Scaling with ColdFusion MX
IN THIS CHAPTER
The Importance of Scaling
Scaling Considerations
How to Write ColdFusion MX Applications that Scale
Keeping Web Site Servers in Sync
Hardware Versus Software Load-Balancing Options
Scaling with ClusterCATS
Hardware Load-Balancing Options
Finishing Up
In the first two chapters of this book, you learned about high availability and monitoring system performance. In the following two chapters you will learn about scaling with Java and managing session state in a cluster. This chapter will concentrate on what you need to know about scaling with Cold-Fusion MX: scaling considerations, writing ColdFusion MX applications that will scale, keeping server data in sync, the differences between hardware and software load-balancing options, scaling with ClusterCATS, and scaling with hardware-based load-balancing devices. I'll focus on the developer's point of view when considering scaling with ColdFusion MX. This chapter highlights what to do in order to build highly scalable ColdFusion MX applications that can be deployed on one, two, or many ColdFusion MX servers.
The Importance of Scaling
There are at least two different methods for hosting a single Web site across multiple Web servers. These include:
Distributed Functionality. Hosting a site's functionality across multiple machines.
Clustered. Combining two or more servers together, mirroring all web site functionality on each machine. All clustered servers take turns hosting a web site user.
If you find that indexing your site and running full-text searches is slow, you can set up a separate Web server that just does indexing and call it search.mycompany.com. If e-commerce and credit card validation are your bottleneck, you can set up another machine called store.mycompany.com. Many successful Web sites use machines added in this manner to accomplish dedicated tasks; these machines enable the Web servers to focus on what they do best. Some sites under particularly heavy traffic even put images on a separate server, such as images.mycompany.com, to speed up processing by separating their images from other traffic. This type of distributed scaling is relatively easy because each machine can have a unique configuration and perform a very specific duty. You don't have to deal with the issues involved in keeping content consistent and synchronized across servers.
This strategy might work in some situations, but it has many weaknesses. The first weakness is that this strategy doesn't provide any server redundancy. For example, if you move a search to a separate server, and your search machine crashes, you've just lost all search functionality, even though your main Web server is delivering content properly. However, if you provide identical services on the two machines, the failure of one server has an impact only on your ability to handle high traffic. The failure doesn't deactivate any features of your site.
The second problem you might encounter with this distributed strategy happens when you get so much traffic that one box isn't enough to handle your dedicated function. What happens when your search function becomes so popular that your single search box is running out of resources? Do you subdivide your search into, say, a site search and news feed search and set up site.search.mycompany.com and newsfeed.search.mycompany.com? This approach is more complicated than it might sound. You probably have to go into your existing code and change all the old references to search.mycompany.com. You also must deal with people who might have bookmarked your search site. And that's assuming you can subdivide your search function into two separate pieces. How do you split an e-commerce application that just does credit card queries? Visa.store.yourmachine.com and amex.store.yourmachine.com? You can see that this solution isn't reasonable.

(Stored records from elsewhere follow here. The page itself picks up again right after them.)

"""The time columns of a table, and what its stamps mean: asked where the file does not say."""

from __future__ import annotations

import re
from collections.abc import Sequence
from dataclasses import dataclass, replace
from datetime import UTC, datetime, timedelta, tzinfo
from itertools import pairwise

from reporter.intake.foreign.grid import Grid, letters
from reporter.intake.foreign.mapping import AS_ENTERED, MOMENT
from reporter.intake.foreign.model import Desk, Option
from reporter.intake.foreign.tables import Table, at, blank, is_timelike
from reporter.intake.foreign.times import (
    Stamp,
    TimeStyle,
    half_day_clock,
    joined,
    order_of,
    read_stamp,
    zone_of,
)
from reporter.intake.foreign.words import stamp_of, time_part, zone_in
from reporter.intake.table import Raw, show

#: Stamps looked at where only their form matters.
ENOUGH = 5000
_OFFSET = re.compile(r"(?:Z|[A-Z]{2,4}|[+\-]\d{2}:?\d{2})$")
_ZONE_TITLE = re.compile(
    r"time ?zone|zeitzone|fuseau|huso|zona horaria|fuso|utc offset|times? (?:is|are|in) ", re.IGNORECASE
)
_AS_ENTERED = Option(AS_ENTERED, "the item Reading stamp of the sheet Test decides")


@dataclass(frozen=True, slots=True)
class TimeBase:
    """The columns of the page that hold the time, and how they are read; `order` is empty while it is open."""

    columns: tuple[int, ...]
    order: str
    stamp: str
    zone: str
    day: str
    written: str = ""


def time_columns(table: Table) -> dict[int, str]:
    """The columns whose header names a part of the time and whose cells may be one."""
    found = {}
    for column, header in zip(table.columns, table.headers, strict=True):
        part = time_part(header)
        rows = table.page.rows[table.first : table.last] if part else ()
        if any(is_timelike(cell) or _day_number(cell) for cell in (at(row, column) for row in rows)):
            found[column] = part
    return found


def _day_number(cell: Raw) -> bool:
    if isinstance(cell, str):
        return read_stamp(cell, "serial 1900") is not None
    return isinstance(cell, float) and (0.0 <= cell < 1.0 or 30_000.0 < cell < 60_000.0)


def time_base(grid: Grid, tables: Sequence[Table], desk: Desk, *, of_plant: bool = False) -> TimeBase | None:
    """The time base of tables of one shape; None while its columns are open.

    In a plant's own log (`of_plant`) a stamp may be the moment of a value.
    """
    table = tables[0]
    columns = _columns(grid, table, desk)
    if not columns:
        return None
    cells = [_cells(tables, column) for column in columns]
    place = grid.place(table.page, table.first, columns[0])
    epoch = "" if grid.kind == "text" else "serial 1904" if grid.epoch_1904 else "serial 1900"
    orders = [order_of(values, desk, place, epoch=epoch) for values in cells if _dated(values)]
    order = next((o for o in orders if o not in ("", "year first")), "" if "" in orders else "year first")
    stamps = [[read_stamp(value, order or "year first") for value in values[:ENOUGH]] for values in cells]
    if order and all(stamp is None for part in stamps[-1:] for stamp in part):
        asks = "These times cannot be read. Export the file with dates as 2026-04-20 and times as 09:50"
        desk.ask("time-form", asks, repr(show(cells[-1][0])) if cells[-1] else "no time", (), place)
    other = Option(MOMENT, "the value stood so at 09:00") if of_plant else _AS_ENTERED
    stamp = _stamp(grid, table, columns, desk, other)
    every = [s for part in stamps for s in part if s is not None]
    later = [s for own in cells for cell in _turns(own) if (s := read_stamp(cell, order or "year first")) is not None]
    written = "" if any(s.offset is not None for s in (*every, *later)) else _named_zone(table, columns)
    ahead = zone_of(written).utcoffset(None) if written else None
    offsets = [replace(s, offset=ahead) for s in every] if written else [*every, *later]
    zone = _zone(offsets, desk, written)
    day = "" if not order else _day(every, tables, desk)
    if order:
        _half_days(cells, stamps, desk)
    return TimeBase(columns, order, stamp, zone, day, written if zone else "")


def _turns(values: Sequence[Raw]) -> list[Raw]:
    """The cells beyond those looked at, before and behind each change of what is written after the time."""
    found: list[Raw] = []
    last = ""
    for before, cell in pairwise(values[ENOUGH - 1 :] if len(values) > ENOUGH else ()):
        if isinstance(cell, str):
            match = _OFFSET.search(cell)
            now = match[0] if match else ""
            if now != last:
                found += [before, cell]
                last = now
    return found


def _named_zone(table: Table, columns: Sequence[int]) -> str:
    """The zone of the clock that the headers of the time or a line above the table names."""
    headers = dict(zip(table.columns, table.headers, strict=True))
    for row in table.page.rows[: table.header_rows[0]]:
        text = " ".join(show(cell) for cell in row if isinstance(cell, str))
        if _ZONE_TITLE.search(text) and (zone := zone_in(text)):
            return zone
    return next((zone for column in columns if (zone := zone_in(headers[column]))), "")


def _columns(grid: Grid, table: Table, desk: Desk) -> tuple[int, ...]:
    found = time_columns(table)
    headers = dict(zip(table.columns, table.headers, strict=True))
    by_part = {part: [column for column, own in found.items() if own == part] for part in ("both", "date", "time")}
    candidates = by_part["both"] or by_part["time"] or by_part["date"]
    if len(candidates) > 1:
        starts = [column for column in candidates if stamp_of(headers[column]) == "interval start"]
        ends = [column for column in candidates if stamp_of(headers[column]) == "interval end"]
        if len(starts) == 1 and len(ends) == 1 and len(candidates) == 2:
            desk.say(f"columns {letters(starts[0])} and {letters(ends[0])} hold start and end: the start is read")
            candidates = starts
        else:
            options = [Option(letters(column), headers[column]) for column in candidates]
            place = grid.place(table.page, table.header_rows[0], candidates[0])
            words = ", ".join(repr(headers[column]) for column in candidates)
            answer = desk.ask("time-column", "Which column is the time of a reading?", words, options, place)
            candidates = [column for column in candidates if letters(column) == answer]
    if not candidates:
        if all(question.key != "time-column" for question in desk.open):
            asks = "No column of this table is named as its time: type Time above it, or leave the table out"
            desk.ask("time-column", asks, ", ".join(map(repr, table.headers)), ())
        return ()
    if by_part["both"] or not by_part["time"] or len(by_part["date"]) != 1:
        chosen: tuple[int, ...] = (candidates[0],)
    elif _has_dates(table, candidates[0]):
        chosen = (candidates[0],)
    else:
        chosen = (by_part["date"][0], candidates[0])
    desk.say(f"time: {' and '.join(f'column {letters(c)} ({headers[c]!r})' for c in chosen)}")
    return chosen


def _has_dates(table: Table, column: int) -> bool:
    """Whether the first cell of a column of times holds a date as well."""
    for row in table.page.rows[table.first : table.last]:
        cell = at(row, column)
        if is_timelike(cell):
            if isinstance(cell, datetime):
                return cell.year > 1904
            return isinstance(cell, str) and any(mark in cell for mark in "-/") and ":" in cell
    return False


def _cells(tables: Sequence[Table], column: int) -> list[Raw]:
    position = tables[0].columns.index(column)
    return [
        cell
        for table in tables
        for row in table.page.rows[table.first : table.last]
        if not blank(cell := at(row, table.columns[position])) and (is_timelike(cell) or _day_number(cell))
    ]


def _dated(values: Sequence[Raw]) -> bool:
    """Whether the cells of a column hold dates, or numbers of days."""
    return any(
        isinstance(v, datetime)
        or (isinstance(v, str) and (any(m in v for m in "-/") or "." in v or not v.strip()[:1].isdigit() or " " in v))
        or (isinstance(v, float) and v > 1.0)
        or (isinstance(v, str) and v.strip().isdigit())
        for v in values[:ENOUGH]
    )


def _stamp(grid: Grid, table: Table, columns: Sequence[int], desk: Desk, other: Option) -> str:
    headers = dict(zip(table.columns, table.headers, strict=True))
    text = " ".join(headers[column] for column in columns)
    said = stamp_of(text)
    if said:
        desk.say(f"stamps are the {said.split()[1]} of the interval, by the header {text!r}")
        return said
    options = (
        Option("interval start", "a stamp of 09:00 covers the time from 09:00"),
        Option("interval end", "a stamp of 09:00 covers the time up to 09:00"),
        other,
    )
    place = grid.place(table.page, table.header_rows[0], columns[-1])
    asks = "Does a stamp stand for the start or for the end of its interval?"
    return desk.ask("stamp", asks, f"the header {text!r} does not say", options, place)


def _zone(stamps: Sequence[Stamp], desk: Desk, written: str = "") -> str:
    offsets = {stamp.offset for stamp in stamps if stamp.offset is not None}
    if not offsets:
        return ""
    found = ", ".join(f"{offset / timedelta(hours=1):+g}" for offset in sorted(offsets)) + " h from UTC"
    given = desk.answers.get("time-zone", "")
    if given and given != "as written":
        try:
            zone = zone_of(given)
        except ValueError:
            found += f"; {given!r} is no time zone"
            zone = None
        if zone is not None and (back := _goes_back(stamps, zone)):
            found += f"; by {given} {back}: answer a fixed one, such as UTC-07:00"
        elif zone is not None:
            desk.say(f"stamps have their offset ({found}); they are converted to {given}, as answered")
            return given
    back = _goes_back(stamps, None)
    kept = () if back else (Option("as written", "the clock in the file is the clock of the test"),)
    found += f"; as written {back}" if back else ""
    options = (
        *kept,
        Option(
            "UTC-07:00" if back else "America/Denver", "convert to this zone; any name of a zone, or hours from UTC"
        ),
    )
    says = f"The file says that its clock is {written}" if written else "The stamps say their offset"
    answer = desk.ask("time-zone", f"{says}: what is the clock of the test?", found, options)
    return "" if answer == "as written" else answer


def _goes_back(stamps: Sequence[Stamp], zone: tzinfo | None) -> str:
    """Where a clock (None: as written) goes back while the time goes on, in words; empty where it does not."""
    moments = []
    for stamp in stamps:
        if stamp.day is not None and stamp.clock is not None and stamp.offset is not None:
            local = datetime(stamp.day.year, stamp.day.month, stamp.day.day) + stamp.clock
            moments.append((local - stamp.offset, local))
    moments.sort()
    clocks = [
        local if zone is None else utc.replace(tzinfo=UTC).astimezone(zone).replace(tzinfo=None)
        for utc, local in moments
    ]
    for (one, before), (two, after) in pairwise(zip((utc for utc, _ in moments), clocks, strict=True)):
        if after < before or (after == before and two > one):
            return f"the clock goes back from {before:%Y-%m-%d %H:%M} to {after:%H:%M}"
    return ""


def _day(stamps: Sequence[Stamp], tables: Sequence[Table], desk: Desk) -> str:
    if any(stamp.day is not None and stamp.day.year > 1904 for stamp in stamps):
        return ""
    days = dict.fromkeys(table.page.sheet for table in tables if is_timelike(table.page.sheet))
    if len(days) > 1:
        asks = "Is each sheet a day? Type the date beside the times of each sheet, or export one file for each day"
        return desk.ask("day", asks, f"times without a date on the sheets {', '.join(map(repr, days))}", ())
    if stamps[:1] and stamps[0].clock == timedelta(0):
        first = show(at(tables[0].page.rows[tables[0].first], tables[0].columns[0]))
        asks = "Do these times count from the start? Export the file with the time of day instead"
        options = (Option("test date", "no: they are times of the day of the item Test date, from midnight on"),)
        return desk.ask("day", asks, f"no date in any row, and the first time is {first!r}", options)
    options = (Option("test date", "the item Test date of the sheet Test"),)
    return desk.ask("day", "The file holds times without a date: which day is it?", "no date in any row", options)


def _half_days(cells: Sequence[Sequence[Raw]], stamps: Sequence[Sequence[Stamp | None]], desk: Desk) -> None:
    """Ask about a clock that steps from 12 back to 1."""
    style = TimeStyle()
    rows = zip(*stamps, strict=False)
    day = datetime(2000, 1, 1).date()
    moments = [moment for row in rows if (moment := joined(row, day, style)) is not None]
    halves = any("m" in show(value).casefold()[-3:] for value in cells[-1][:ENOUGH])
    step = half_day_clock(moments, halves)
    if step is not None:
        found = f"{step[0]:%H:%M}, then {step[1]:%H:%M} on the same day, and no a.m. or p.m."
        options = (Option("as written", "the rows really step back"),)
        desk.ask("half-day-clock", "Is this a clock of twelve hours? Then export it with 24 hours", found, options)
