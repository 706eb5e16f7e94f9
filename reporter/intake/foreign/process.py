"""A plant's own log: recognised or asked about, and its columns as a mapping has them."""

from __future__ import annotations

from collections.abc import Sequence

from reporter.intake.foreign.grid import Grid, letters
from reporter.intake.foreign.mapping import MappedColumn
from reporter.intake.foreign.model import Desk, Option
from reporter.intake.foreign.process_words import process_in, quantities, split_name
from reporter.intake.foreign.tables import Table, at, blank, is_numberlike
from reporter.intake.foreign.words import gases_in

#: So many columns of a load beside gases, and the log may be the plant's.
SEVERAL = 2
#: Columns that a question names.
NAMED = 4


def is_plant_log(table: Table, desk: Desk) -> bool | None:
    """Whether a table is the plant's log; None while that is asked.

    A table without a gas is; one with gases and several columns of a load may be, and is asked about.
    """
    if not any(gases_in(header) for header in table.headers):
        return True
    loads = [h for h in table.headers if (key := process_in(h)) and quantities()[key].get("load")]
    if len(loads) < SEVERAL:
        return False
    options = (
        Option("analyzers", "its gases are the readings of the test; other columns are left out"),
        Option("plant", "the plant's own log: every column goes to the sheet Process, no gas of it is a reading"),
    )
    asks = "Is this the log of the test's analyzers, or the plant's own?"
    more = f" and {len(loads) - NAMED} more" if len(loads) > NAMED else ""
    answer = desk.ask("whose-log", asks, f"gases beside {', '.join(map(repr, loads[:NAMED]))}{more}", options)
    return None if not answer else answer == "plant"


def process_columns(grid: Grid, tables: Sequence[Table], times: Sequence[int], desk: Desk) -> tuple[MappedColumn, ...]:
    """The columns of a plant's log as a mapping has them; what has no unit, or no known name, is asked about."""
    table, made = tables[0], []
    taken: set[str] = set()
    for column, header in zip(table.columns, table.headers, strict=True):
        if column in times:
            made.append(MappedColumn(header, "time"))
            continue
        cells = [c for row in table.page.rows[table.first : table.last] if not blank(c := at(row, column))]
        if not any(is_numberlike(cell) for cell in cells):
            why = "words only" if cells else "nothing stands in it"
            made.append(MappedColumn(header, "ignore", why=why))
            desk.say(f"column {letters(column)} ({header!r}): left out, {why}")
            continue
        name, unit = split_name(header)
        name = name if name and name not in taken else f"{name} {letters(column)}".strip()
        taken.add(name)
        made.append(_column(grid, table, column, MappedColumn(header, "process", name, unit=unit), desk))
    return tuple(made)


def _column(grid: Grid, table: Table, column: int, found: MappedColumn, desk: Desk) -> MappedColumn:
    """One column with its unit: of its header, else asked; a column nobody knows may be left out."""
    key = process_in(found.header)
    named = f"column {letters(column)} ({found.header!r})"
    if found.unit:
        desk.say(f"{named}: process, {found.channel} in {found.unit}, by its header")
        return found
    units = quantities()[key]["units"] if key else []
    options = [Option(unit) for unit in units]
    options += [Option("no unit", "kept as a plain number"), Option("ignore", "leave the column out")]
    place = grid.place(table.page, table.header_rows[0], column)
    asks = "In which unit is this process quantity?" if key else "What is this column of the plant's log?"
    what = f"no unit in {found.header!r}"
    answer = desk.ask(f"column.{letters(column)}.process", asks, what, options, place)
    if answer == "ignore":
        return MappedColumn(found.header, "ignore", why="as answered")
    return MappedColumn(found.header, "process", found.channel, unit="" if answer == "no unit" else answer)
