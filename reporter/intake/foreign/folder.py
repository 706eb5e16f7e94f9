"""One test as a folder: the field workbook for what is fixed, logger files and plant logs, mappings to read them."""

from __future__ import annotations

import hashlib
import tomllib
from collections.abc import Sequence
from dataclasses import dataclass, field, replace
from pathlib import Path
from typing import Any

from reporter.collecting import without_collecting
from reporter.errors import RecordError
from reporter.intake.foreign.apply import apply_to_grid
from reporter.intake.foreign.corrections import Correction, corrections
from reporter.intake.foreign.grid import Grid, read_grid
from reporter.intake.foreign.join import join, zone_words
from reporter.intake.foreign.mapping import ENDING, Mapping, differences, differences_of, load
from reporter.intake.foreign.process_log import ProcessFile, process_of, read_process_file
from reporter.intake.foreign.tables import Table, find_tables
from reporter.intake.foreign.titles import strange_folder, strangers
from reporter.intake.guard import names_may_be_read
from reporter.intake.jsonrecord import looks_like_json
from reporter.intake.read import ReadResult, read
from reporter.intake.rows import Filled, RowReader
from reporter.intake.sheets import find_sheet
from reporter.intake.workbook import sheet_parts
from reporter.paths import attachment_path
from reporter.problems import Grade, Place, Problem, problem
from reporter.record import Given, ProcessLog, Readings, SourceFile
from reporter.synthetic import MARK, is_marked

#: Name of the optional list of files, and the endings of what is taken for a logger file without it.
MANIFEST = "folder.toml"
LOGGERS = (".csv", ".tsv", ".tab", ".txt", ".dat", ".asc", ".prn", ".log", ".xls", ".xlsx", ".xlsm")
#: Sheets that only the field workbook has.
_FIXED = ("test", "channels", "runs")


@dataclass(slots=True)
class _Inputs:
    """The files of a folder by what they are, and the corrections of their clocks by file."""

    workbook: Path
    loggers: tuple[Path, ...]
    mappings: tuple[Path, ...]
    clocks: dict[str, Correction] = field(default_factory=dict)
    others: tuple[str, ...] = ()


@dataclass(slots=True)
class _Files:
    """The logger files and plant logs of a test: read when the field workbook's channels are known."""

    grids: Sequence[Grid]
    mappings: Sequence[Mapping]
    clocks: dict[str, Correction]
    folder: str = ""
    problems: list[Problem] = field(default_factory=list)
    understood: list[str] = field(default_factory=list)
    done: list[str] = field(default_factory=list)
    logs: list[ProcessFile] = field(default_factory=list)
    chosen: list[tuple[Grid, Mapping, Sequence[Table]]] = field(init=False)

    def __post_init__(self) -> None:
        self.chosen = []
        for grid in self.grids:
            tables = find_tables(grid)
            fitting = [m for m in self.mappings if grid.pages and not differences_of(m, grid, tables)]
            if len(fitting) == 1 or len(self.mappings) == 1:
                self.chosen.append((grid, fitting[0] if fitting else self.mappings[0], tables))
            elif not grid.pages:
                self.problems += grid.problems
            else:
                self.problems.append(_no_mapping(grid, self.mappings, fitting))

    @property
    def has_readings(self) -> bool:
        """Whether a file of the folder holds readings, as far as that is known."""
        known = any(mapping.has("reading") for _, mapping, _ in self.chosen)
        return known or len(self.chosen) < len(self.grids)

    def readings(self, channels: Sequence[Filled], reader: RowReader, test: dict[str, Any]) -> Readings | None:
        """The readings of all logger files, by the channels of the field workbook; None where something stops."""
        made = []
        serials = [text for channel in channels if (text := channel.text("serial_number"))]
        titles = [title for mapping in self.mappings for title in mapping.titles]
        self.problems += strange_folder(self.folder, test, titles)
        for grid, mapping, tables in self.chosen:
            if mapping.has("reading"):
                found = apply_to_grid(grid, mapping, day=reader.day, tables=tables)
                self.problems += [*found.problems, *strangers(grid, tables, test, mapping.titles, serials)]
                self.understood += [f"{found.report.file}: {line}" for line in found.report.lines()]
                made.append(replace(found, readings=self.corrected(grid.source.name, found.readings)))
        if self._stops():
            return None
        _mark(self.grids, test)
        joined = join(made, channels, test)
        self.problems += joined.problems
        self.done += joined.done
        return None if self._stops() else joined.readings

    def corrected(self, file: str, readings: Readings) -> Readings:
        """Readings by the corrected clock of their file."""
        correction = self.clocks.get(file)
        if correction is None:
            return readings
        self.done.append(correction.words())
        return correction.of_readings(readings)

    def process(self, own: ProcessLog, reader: RowReader, test: dict[str, Any]) -> ProcessLog:
        """The process log of the sheet Process and of the plant logs of the folder."""
        for grid, mapping, tables in self.chosen:
            if mapping.has("process"):
                found = read_process_file(grid, mapping, day=reader.day)
                self.problems += found.problems
                self.problems += [] if mapping.has("reading") else strangers(grid, tables, test, mapping.titles)
                if found.log.times and (words := zone_words(mapping.time.zone, found.log.times[0], test)):
                    self.problems.append(problem("mapping-against-channels", Place(found.name), words))
                self.understood += [f"{found.name}: {line}" for line in found.lines]
                correction = self.clocks.get(found.name)
                if correction is not None:
                    self.done += [] if mapping.has("reading") else [correction.words()]
                    found = replace(found, log=correction.of_process(found.log))
                self.logs.append(found)
        log, problems = process_of(own, self.logs)
        self.problems += problems
        return log

    def _stops(self) -> bool:
        return any(p.grade is Grade.UNREADABLE for p in self.problems)


def _mark(grids: Sequence[Grid], test: dict[str, Any]) -> None:
    """Say on the sheet Test that readings are those of a rehearsal, where a logger file bears its mark."""
    entered = test.get("synthetic")
    if entered is not None and str(entered.value).casefold().startswith("yes"):
        return
    for grid in grids:
        if is_marked(grid.source.content):
            said = f"yes, {MARK}, as the file {grid.source.name} says"
            test["synthetic"] = Given(said, Place(grid.source.name), said)
            return


def _no_mapping(grid: Grid, mappings: Sequence[Mapping], fitting: Sequence[Mapping]) -> Problem:
    if len(fitting) > 1:
        found = f"the mappings {', '.join(repr(m.name) for m in fitting)} both fit"
    else:
        said = [f"{m.name!r}: {'; '.join(differences(m, grid))}" for m in mappings]
        found = " / ".join(said) or "no mapping in the folder"
    return problem("mapping-missing", Place(grid.source.name), found)


@without_collecting()
def read_folder(path: str | Path, mapping: str | Path | None = None) -> ReadResult:
    """Read a folder as one test.

    Parameters
    ----------
    path
        A folder with one field workbook or JSON record, logger files, and mappings (``*.map.toml``); the file
        ``folder.toml`` may name them.
    mapping
        A mapping that wins over those of the folder.

    Returns
    -------
    ReadResult
        The record with every input among its sources, and what was understood of each logger file.
    """
    folder = Path(path)
    inputs = _inputs(folder)
    if isinstance(inputs, Problem):
        return ReadResult(None, (inputs,))
    if not inputs.loggers and not inputs.clocks:
        return read(inputs.workbook)
    mappings, problems = [], []
    files = inputs.mappings if mapping is None else (Path(mapping),)
    for file in files:
        try:
            mappings.append(load(file))
        except RecordError as error:
            problems.append(problem("mapping-unreadable", Place(file.name), error.message))
    if problems:
        return ReadResult(None, tuple(problems))
    beside = _Files([read_grid(file) for file in inputs.loggers], mappings, inputs.clocks, folder.resolve().name)
    result = read(inputs.workbook, series=beside)
    record = result.record
    if any(p.grade is Grade.UNREADABLE for p in beside.problems):
        record = None
    if record is not None:
        manifest = [folder / MANIFEST] if inputs.clocks else []
        sources = [record.source, *(grid.source for grid in beside.grids), *map(_source, (*files, *manifest))]
        record = replace(record, sources=tuple(sources), prepared=tuple(beside.done))
    grades = list(Grade)
    everything = sorted((*result.problems, *beside.problems), key=lambda p: grades.index(p.grade))
    others = (f"not read: {', '.join(inputs.others)}",) if inputs.others else ()
    return ReadResult(record, tuple(everything), (*beside.understood, *beside.done, *others))


def _source(file: Path) -> SourceFile:
    content = file.read_bytes()
    return SourceFile(file.name, hashlib.sha256(content).hexdigest(), len(content), content)


# ---- which file is what ---------------------------------------------------------------------------------


def _inputs(folder: Path) -> _Inputs | Problem:
    """The files of a folder, by its list of files or by what they hold, with the corrections of its clocks."""
    place = Place(folder.resolve().name)
    try:
        listed = (folder / MANIFEST).is_file()
        data = tomllib.loads((folder / MANIFEST).read_text(encoding="utf-8")) if listed else {}
        clocks = corrections(data)
        made = _listed(folder, data) if set(data) - {"clock"} else _found(folder, place)
    except (OSError, UnicodeDecodeError, tomllib.TOMLDecodeError) as error:
        return problem("folder-inputs", place, str(error))
    except ValueError as error:
        expected = "file, add_seconds (a number within a day) and said_by in each [[clock]], each file once"
        return problem("folder-inputs", Place(MANIFEST), str(error), expected=expected)
    if isinstance(made, Problem):
        return made
    known = {made.workbook.name, *(file.name for file in made.loggers)}
    for file in clocks:
        if file not in known:
            expected = f"a file of the test: {', '.join(sorted(known))}"
            return problem("folder-inputs", Place(MANIFEST), f"[[clock]]: file = {file!r}", expected=expected)
    return replace(made, clocks=clocks)


def _found(folder: Path, place: Place) -> _Inputs | Problem:
    """The files of a folder by what they hold."""
    files = sorted(f for f in folder.iterdir() if f.is_file() and not f.name.startswith(("~$", ".")))
    mappings = tuple(f for f in files if f.name.endswith(ENDING))
    fixed = [f for f in files if f.suffix.lower() in (".json", ".xlsx", ".xlsm") and _is_record(f)]
    if len(fixed) != 1:
        names = ", ".join(f.name for f in fixed) or "none"
        return problem("folder-inputs", place, f"field workbooks or records: {names}")
    loggers = tuple(f for f in files if f.suffix.lower() in LOGGERS and f not in fixed)
    others = [f.name for f in files if f not in (*loggers, fixed[0]) and f.suffix.lower() != ".toml"]
    return _Inputs(fixed[0], loggers, mappings, others=tuple(others))


def _listed(folder: Path, data: dict[str, Any]) -> _Inputs | Problem:
    """The files that the list of the folder names."""
    place = Place(MANIFEST)
    names = {"workbook": [data.get("workbook")], "readings": data.get("readings", []), "mappings": data.get("mappings")}
    unknown = sorted(set(data) - set(names) - {"clock"})
    if unknown:
        expected = "workbook, readings, mappings, [[clock]]"
        return problem("folder-inputs", place, f"the entry {unknown[0]!r}", expected=expected)
    if names["mappings"] is None:
        names["mappings"] = sorted(f.name for f in folder.iterdir() if f.name.endswith(ENDING))
    found: dict[str, list[Path]] = {}
    for kind, wanted in names.items():
        for name in wanted if isinstance(wanted, list) else [wanted]:
            file = attachment_path(folder, name) if isinstance(name, str) else None
            if file is None:
                return problem(
                    "folder-inputs", place, f"{kind} = {name!r}", expected="the name of a file in the folder"
                )
            found.setdefault(kind, []).append(file)
    return _Inputs(found["workbook"][0], tuple(found.get("readings", ())), tuple(found.get("mappings", ())))


def _is_record(file: Path) -> bool:
    """Whether a file is a field workbook or a record in JSON, by its content."""
    content = file.read_bytes()
    if file.suffix.lower() == ".json":
        return looks_like_json(content)
    if not names_may_be_read(content):
        return False
    try:
        names = sheet_parts(content).values()
    except Exception:  # a damaged file is no field workbook; reading it says why
        return False
    known = {spec.attr for name in names if (spec := find_sheet(name)) is not None}
    return all(attr in known for attr in _FIXED)
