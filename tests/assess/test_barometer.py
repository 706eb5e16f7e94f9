"""A barometer is doubted where it stands nearer to sea level than to the site, and the site lies high."""

from __future__ import annotations

import pytest

from reporter.record import Location
from tests.record_factory import assessed, codes, number, runs


@pytest.mark.parametrize(
    ("elevation", "unit", "pressure", "pressure_unit", "noted"),
    [
        (5280.0, "ft", 29.95, "inHg", True),  # a mile high: 24.6 inHg is usual there (common knowledge of the trade)
        (5280.0, "ft", 24.7, "inHg", False),
        (1600.0, "m", 101.2, "kPa", True),
        (1600.0, "m", 83.5, "kPa", False),
        (780.0, "ft", 29.9, "inHg", False),  # the weather alone can do this
        (0.0, "ft", 29.92, "inHg", False),
    ],
)
def test_the_barometer_against_the_elevation(
    elevation: float, unit: str, pressure: float, pressure_unit: str, noted: bool
) -> None:
    made = assessed(
        location=Location(elevation=number(elevation, unit)),
        runs=runs(barometric_pressure=number(pressure, pressure_unit)),
    )
    assert ("barometer-at-sea-level" in codes(made)) is noted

Clustering, the second alternative for hosting your Web site across multiple servers, is potentially more scalable and viable in the long term. You can still distribute Web site functionality onto separate servers. When a dedicated server cannot handle the current volume, you can add another dedicated server to provide this functionality as well. The two dedicated servers can then be clustered. This method provides users a seamless experience on your site; ideally, your users don't know the site they're visiting is a collection of servers. This group of computers providing identical content and services is generally known as a cluster. Your entire Web site infrastructure, including Web servers, ColdFusion servers, database servers, and files servers can be called a server farm.
Running one Web site on one server is relatively straightforward: You know that every Web request goes to the same Web server software and ColdFusion MX service, with the same settings and environment. But as soon as you add a second server, you are faced with a host of technical challenges. I'll discuss some of these implications in the following sections. Later, in this chapter, we'll review some of the main technologies that enable you to effectively distribute your traffic across multiple servers and how such technologies are implemented.